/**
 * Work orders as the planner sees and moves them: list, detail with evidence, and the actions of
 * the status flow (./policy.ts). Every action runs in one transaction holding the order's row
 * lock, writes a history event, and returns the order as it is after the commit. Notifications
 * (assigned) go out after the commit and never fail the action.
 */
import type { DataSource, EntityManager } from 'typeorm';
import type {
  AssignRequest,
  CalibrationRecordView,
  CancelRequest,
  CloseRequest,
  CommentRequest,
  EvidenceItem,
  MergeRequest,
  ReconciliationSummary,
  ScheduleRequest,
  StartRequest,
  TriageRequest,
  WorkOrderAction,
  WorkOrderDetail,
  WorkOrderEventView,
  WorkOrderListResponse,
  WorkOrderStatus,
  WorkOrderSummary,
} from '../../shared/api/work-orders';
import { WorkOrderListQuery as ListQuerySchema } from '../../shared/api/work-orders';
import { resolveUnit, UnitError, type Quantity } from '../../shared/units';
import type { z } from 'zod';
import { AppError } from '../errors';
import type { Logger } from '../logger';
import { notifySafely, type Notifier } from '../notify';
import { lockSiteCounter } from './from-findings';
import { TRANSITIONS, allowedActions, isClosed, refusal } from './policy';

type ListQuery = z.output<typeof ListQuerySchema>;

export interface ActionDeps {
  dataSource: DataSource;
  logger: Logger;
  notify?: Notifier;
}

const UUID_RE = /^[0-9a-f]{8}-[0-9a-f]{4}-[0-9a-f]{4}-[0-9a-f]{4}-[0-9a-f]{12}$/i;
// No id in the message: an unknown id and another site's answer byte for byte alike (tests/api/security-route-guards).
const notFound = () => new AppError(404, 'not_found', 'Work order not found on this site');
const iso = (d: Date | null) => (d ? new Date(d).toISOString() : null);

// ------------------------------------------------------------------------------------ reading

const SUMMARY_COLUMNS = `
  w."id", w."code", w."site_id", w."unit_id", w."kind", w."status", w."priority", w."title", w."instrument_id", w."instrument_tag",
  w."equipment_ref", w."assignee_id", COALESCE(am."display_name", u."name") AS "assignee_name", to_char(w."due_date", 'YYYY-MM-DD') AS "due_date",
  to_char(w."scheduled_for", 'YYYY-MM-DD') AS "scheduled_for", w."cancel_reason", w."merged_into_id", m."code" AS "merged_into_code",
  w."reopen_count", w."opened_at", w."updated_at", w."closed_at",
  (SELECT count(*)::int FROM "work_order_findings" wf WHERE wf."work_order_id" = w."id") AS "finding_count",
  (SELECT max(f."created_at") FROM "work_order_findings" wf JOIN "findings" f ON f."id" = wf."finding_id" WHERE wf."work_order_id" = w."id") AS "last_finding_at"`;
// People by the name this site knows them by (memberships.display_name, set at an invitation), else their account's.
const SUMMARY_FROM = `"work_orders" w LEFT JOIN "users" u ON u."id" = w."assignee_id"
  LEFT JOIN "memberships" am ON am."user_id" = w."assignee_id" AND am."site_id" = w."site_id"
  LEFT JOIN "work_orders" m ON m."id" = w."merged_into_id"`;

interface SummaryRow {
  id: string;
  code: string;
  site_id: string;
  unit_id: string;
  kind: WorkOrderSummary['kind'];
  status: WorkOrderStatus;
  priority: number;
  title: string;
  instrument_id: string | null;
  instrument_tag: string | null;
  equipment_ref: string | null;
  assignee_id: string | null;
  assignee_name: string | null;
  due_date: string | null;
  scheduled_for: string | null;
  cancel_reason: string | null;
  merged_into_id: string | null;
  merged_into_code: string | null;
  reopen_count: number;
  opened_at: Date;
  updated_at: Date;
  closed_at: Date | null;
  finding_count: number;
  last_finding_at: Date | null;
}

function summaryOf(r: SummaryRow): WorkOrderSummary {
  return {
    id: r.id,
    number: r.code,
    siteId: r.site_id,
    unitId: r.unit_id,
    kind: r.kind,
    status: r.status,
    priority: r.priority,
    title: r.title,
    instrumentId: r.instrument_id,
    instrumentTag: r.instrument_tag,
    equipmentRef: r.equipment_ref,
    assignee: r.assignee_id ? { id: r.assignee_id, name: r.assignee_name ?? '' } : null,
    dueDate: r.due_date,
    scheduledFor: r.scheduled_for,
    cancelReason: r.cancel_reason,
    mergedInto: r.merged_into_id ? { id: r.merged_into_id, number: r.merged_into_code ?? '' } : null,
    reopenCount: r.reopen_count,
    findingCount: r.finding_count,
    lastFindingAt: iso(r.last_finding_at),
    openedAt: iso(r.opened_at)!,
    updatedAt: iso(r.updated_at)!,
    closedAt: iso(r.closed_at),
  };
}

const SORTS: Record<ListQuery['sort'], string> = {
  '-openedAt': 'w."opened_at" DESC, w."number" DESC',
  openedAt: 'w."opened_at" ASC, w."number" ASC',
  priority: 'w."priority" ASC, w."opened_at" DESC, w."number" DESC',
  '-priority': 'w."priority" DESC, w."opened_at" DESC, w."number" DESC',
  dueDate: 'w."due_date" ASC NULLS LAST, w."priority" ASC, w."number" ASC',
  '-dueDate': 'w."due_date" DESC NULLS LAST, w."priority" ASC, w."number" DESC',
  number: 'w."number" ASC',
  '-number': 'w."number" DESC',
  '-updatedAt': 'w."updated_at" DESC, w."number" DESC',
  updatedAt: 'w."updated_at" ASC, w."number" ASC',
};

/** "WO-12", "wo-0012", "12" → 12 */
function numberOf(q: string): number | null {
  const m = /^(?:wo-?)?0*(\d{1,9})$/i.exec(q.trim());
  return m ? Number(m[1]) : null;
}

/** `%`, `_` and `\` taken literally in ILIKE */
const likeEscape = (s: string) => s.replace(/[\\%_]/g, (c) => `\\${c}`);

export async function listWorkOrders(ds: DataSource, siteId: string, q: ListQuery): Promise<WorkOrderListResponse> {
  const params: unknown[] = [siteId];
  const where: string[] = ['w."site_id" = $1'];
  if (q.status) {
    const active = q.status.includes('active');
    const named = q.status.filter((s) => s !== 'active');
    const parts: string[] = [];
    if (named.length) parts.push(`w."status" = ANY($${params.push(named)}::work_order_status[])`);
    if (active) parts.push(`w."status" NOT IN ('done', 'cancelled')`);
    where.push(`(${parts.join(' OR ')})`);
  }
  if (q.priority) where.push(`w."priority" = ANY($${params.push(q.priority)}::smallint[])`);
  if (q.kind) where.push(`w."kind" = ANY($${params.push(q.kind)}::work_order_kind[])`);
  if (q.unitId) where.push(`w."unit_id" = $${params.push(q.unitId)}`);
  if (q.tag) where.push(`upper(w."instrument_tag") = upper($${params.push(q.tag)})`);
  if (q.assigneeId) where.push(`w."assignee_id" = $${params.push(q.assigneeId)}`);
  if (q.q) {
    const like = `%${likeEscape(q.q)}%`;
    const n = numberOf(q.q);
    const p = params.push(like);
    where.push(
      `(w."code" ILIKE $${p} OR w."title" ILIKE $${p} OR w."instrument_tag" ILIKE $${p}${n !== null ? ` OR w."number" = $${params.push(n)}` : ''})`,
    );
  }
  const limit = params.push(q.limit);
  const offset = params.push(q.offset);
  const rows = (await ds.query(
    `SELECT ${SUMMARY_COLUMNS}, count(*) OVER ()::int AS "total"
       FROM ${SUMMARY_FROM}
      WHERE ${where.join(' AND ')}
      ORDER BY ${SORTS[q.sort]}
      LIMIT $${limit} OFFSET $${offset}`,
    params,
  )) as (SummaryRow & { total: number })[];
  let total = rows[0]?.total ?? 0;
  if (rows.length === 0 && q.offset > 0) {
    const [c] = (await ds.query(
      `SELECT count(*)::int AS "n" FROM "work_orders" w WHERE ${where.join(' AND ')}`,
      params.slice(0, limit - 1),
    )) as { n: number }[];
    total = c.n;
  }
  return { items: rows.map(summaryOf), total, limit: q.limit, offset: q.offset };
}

----

*EXERCISE REQUIREMENTS*. Return every line of the material word for word.

*SOLUTION*.
/**
 * Work orders as the planner sees and moves them: list, detail with evidence, and the actions of
 * the status flow (./policy.ts). Every action runs in one transaction holding the order's row
 * lock, writes a history event, and returns the order as it is after the commit. Notifications
 * (assigned) go out after the commit and never fail the action.
 */
import type { DataSource, EntityManager } from 'typeorm';
import type {
  AssignRequest,
  CalibrationRecordView,
  CancelRequest,
  CloseRequest,
  CommentRequest,
  EvidenceItem,
  MergeRequest,
  ReconciliationSummary,
  ScheduleRequest,
  StartRequest,
  TriageRequest,
  WorkOrderAction,
  WorkOrderDetail,
  WorkOrderEventView,
  WorkOrderListResponse,
  WorkOrderStatus,
  WorkOrderSummary,
} from '../../shared/api/work-orders';
import { WorkOrderListQuery as ListQuerySchema } from '../../shared/api/work-orders';
import { resolveUnit, UnitError, type Quantity } from '../../shared/units';
import type { z } from 'zod';
import { AppError } from '../errors';
import type { Logger } from '../logger';
import { notifySafely, type Notifier } from '../notify';
import { lockSiteCounter } from './from-findings';
import { TRANSITIONS, allowedActions, isClosed, refusal } from './policy';

type ListQuery = z.output<typeof ListQuerySchema>;

export interface ActionDeps {
  dataSource: DataSource;
  logger: Logger;
  notify?: Notifier;
}

const UUID_RE = /^[0-9a-f]{8}-[0-9a-f]{4}-[0-9a-f]{4}-[0-9a-f]{4}-[0-9a-f]{12}$/i;
// No id in the message: an unknown id and another site's answer byte for byte alike (tests/api/security-route-guards).
const notFound = () => new AppError(404, 'not_found', 'Work order not found on this site');
const iso = (d: Date | null) => (d ? new Date(d).toISOString() : null);

// ------------------------------------------------------------------------------------ reading

const SUMMARY_COLUMNS = `
  w."id", w."code", w."site_id", w."unit_id", w."kind", w."status", w."priority", w."title", w."instrument_id", w."instrument_tag",
  w."equipment_ref", w."assignee_id", COALESCE(am."display_name", u."name") AS "assignee_name", to_char(w."due_date", 'YYYY-MM-DD') AS "due_date",
  to_char(w."scheduled_for", 'YYYY-MM-DD') AS "scheduled_for", w."cancel_reason", w."merged_into_id", m."code" AS "merged_into_code",
  w."reopen_count", w."opened_at", w."updated_at", w."closed_at",
  (SELECT count(*)::int FROM "work_order_findings" wf WHERE wf."work_order_id" = w."id") AS "finding_count",
  (SELECT max(f."created_at") FROM "work_order_findings" wf JOIN "findings" f ON f."id" = wf."finding_id" WHERE wf."work_order_id" = w."id") AS "last_finding_at"`;
// People by the name this site knows them by (memberships.display_name, set at an invitation), else their account's.
const SUMMARY_FROM = `"work_orders" w LEFT JOIN "users" u ON u."id" = w."assignee_id"
  LEFT JOIN "memberships" am ON am."user_id" = w."assignee_id" AND am."site_id" = w."site_id"
  LEFT JOIN "work_orders" m ON m."id" = w."merged_into_id"`;

interface SummaryRow {
  id: string;
  code: string;
  site_id: string;
  unit_id: string;
  kind: WorkOrderSummary['kind'];
  status: WorkOrderStatus;
  priority: number;
  title: string;
  instrument_id: string | null;
  instrument_tag: string | null;
  equipment_ref: string | null;
  assignee_id: string | null;
  assignee_name: string | null;
  due_date: string | null;
  scheduled_for: string | null;
  cancel_reason: string | null;
  merged_into_id: string | null;
  merged_into_code: string | null;
  reopen_count: number;
  opened_at: Date;
  updated_at: Date;
  closed_at: Date | null;
  finding_count: number;
  last_finding_at: Date | null;
}

function summaryOf(r: SummaryRow): WorkOrderSummary {
  return {
    id: r.id,
    number: r.code,
    siteId: r.site_id,
    unitId: r.unit_id,
    kind: r.kind,
    status: r.status,
    priority: r.priority,
    title: r.title,
    instrumentId: r.instrument_id,
    instrumentTag: r.instrument_tag,
    equipmentRef: r.equipment_ref,
    assignee: r.assignee_id ? { id: r.assignee_id, name: r.assignee_name ?? '' } : null,
    dueDate: r.due_date,
    scheduledFor: r.scheduled_for,
    cancelReason: r.cancel_reason,
    mergedInto: r.merged_into_id ? { id: r.merged_into_id, number: r.merged_into_code ?? '' } : null,
    reopenCount: r.reopen_count,
    findingCount: r.finding_count,
    lastFindingAt: iso(r.last_finding_at),
    openedAt: iso(r.opened_at)!,
    updatedAt: iso(r.updated_at)!,
    closedAt: iso(r.closed_at),
  };
}

const SORTS: Record<ListQuery['sort'], string> = {
  '-openedAt': 'w."opened_at" DESC, w."number" DESC',
  openedAt: 'w."opened_at" ASC, w."number" ASC',
  priority: 'w."priority" ASC, w."opened_at" DESC, w."number" DESC',
  '-priority': 'w."priority" DESC, w."opened_at" DESC, w."number" DESC',
  dueDate: 'w."due_date" ASC NULLS LAST, w."priority" ASC, w."number" ASC',
  '-dueDate': 'w."due_date" DESC NULLS LAST, w."priority" ASC, w."number" DESC',
  number: 'w."number" ASC',
  '-number': 'w."number" DESC',
  '-updatedAt': 'w."updated_at" DESC, w."number" DESC',
  updatedAt: 'w."updated_at" ASC, w."number" ASC',
};

/** "WO-12", "wo-0012", "12" → 12 */
function numberOf(q: string): number | null {
  const m = /^(?:wo-?)?0*(\d{1,9})$/i.exec(q.trim());
  return m ? Number(m[1]) : null;
}

/** `%`, `_` and `\` taken literally in ILIKE */
const likeEscape = (s: string) => s.replace(/[\\%_]/g, (c) => `\\${c}`);

export async function listWorkOrders(ds: DataSource, siteId: string, q: ListQuery): Promise<WorkOrderListResponse> {
  const params: unknown[] = [siteId];
  const where: string[] = ['w."site_id" = $1'];
  if (q.status) {
    const active = q.status.includes('active');
    const named = q.status.filter((s) => s !== 'active');
    const parts: string[] = [];
    if (named.length) parts.push(`w."status" = ANY($${params.push(named)}::work_order_status[])`);
    if (active) parts.push(`w."status" NOT IN ('done', 'cancelled')`);
    where.push(`(${parts.join(' OR ')})`);
  }
  if (q.priority) where.push(`w."priority" = ANY($${params.push(q.priority)}::smallint[])`);
  if (q.kind) where.push(`w."kind" = ANY($${params.push(q.kind)}::work_order_kind[])`);
  if (q.unitId) where.push(`w."unit_id" = $${params.push(q.unitId)}`);
  if (q.tag) where.push(`upper(w."instrument_tag") = upper($${params.push(q.tag)})`);
  if (q.assigneeId) where.push(`w."assignee_id" = $${params.push(q.assigneeId)}`);
  if (q.q) {
    const like = `%${likeEscape(q.q)}%`;
    const n = numberOf(q.q);
    const p = params.push(like);
    where.push(
      `(w."code" ILIKE $${p} OR w."title" ILIKE $${p} OR w."instrument_tag" ILIKE $${p}${n !== null ? ` OR w."number" = $${params.push(n)}` : ''})`,
    );
  }
  const limit = params.push(q.limit);
  const offset = params.push(q.offset);
  const rows = (await ds.query(
    `SELECT ${SUMMARY_COLUMNS}, count(*) OVER ()::int AS "total"
       FROM ${SUMMARY_FROM}
      WHERE ${where.join(' AND ')}
      ORDER BY ${SORTS[q.sort]}
      LIMIT $${limit} OFFSET $${offset}`,
    params,
  )) as (SummaryRow & { total: number })[];
  let total = rows[0]?.total ?? 0;
  if (rows.length === 0 && q.offset > 0) {
    const [c] = (await ds.query(
      `SELECT count(*)::int AS "n" FROM "work_orders" w WHERE ${where.join(' AND ')}`,
      params.slice(0, limit - 1),
    )) as { n: number }[];
    total = c.n;
  }
  return { items: rows.map(summaryOf), total, limit: q.limit, offset: q.offset };
}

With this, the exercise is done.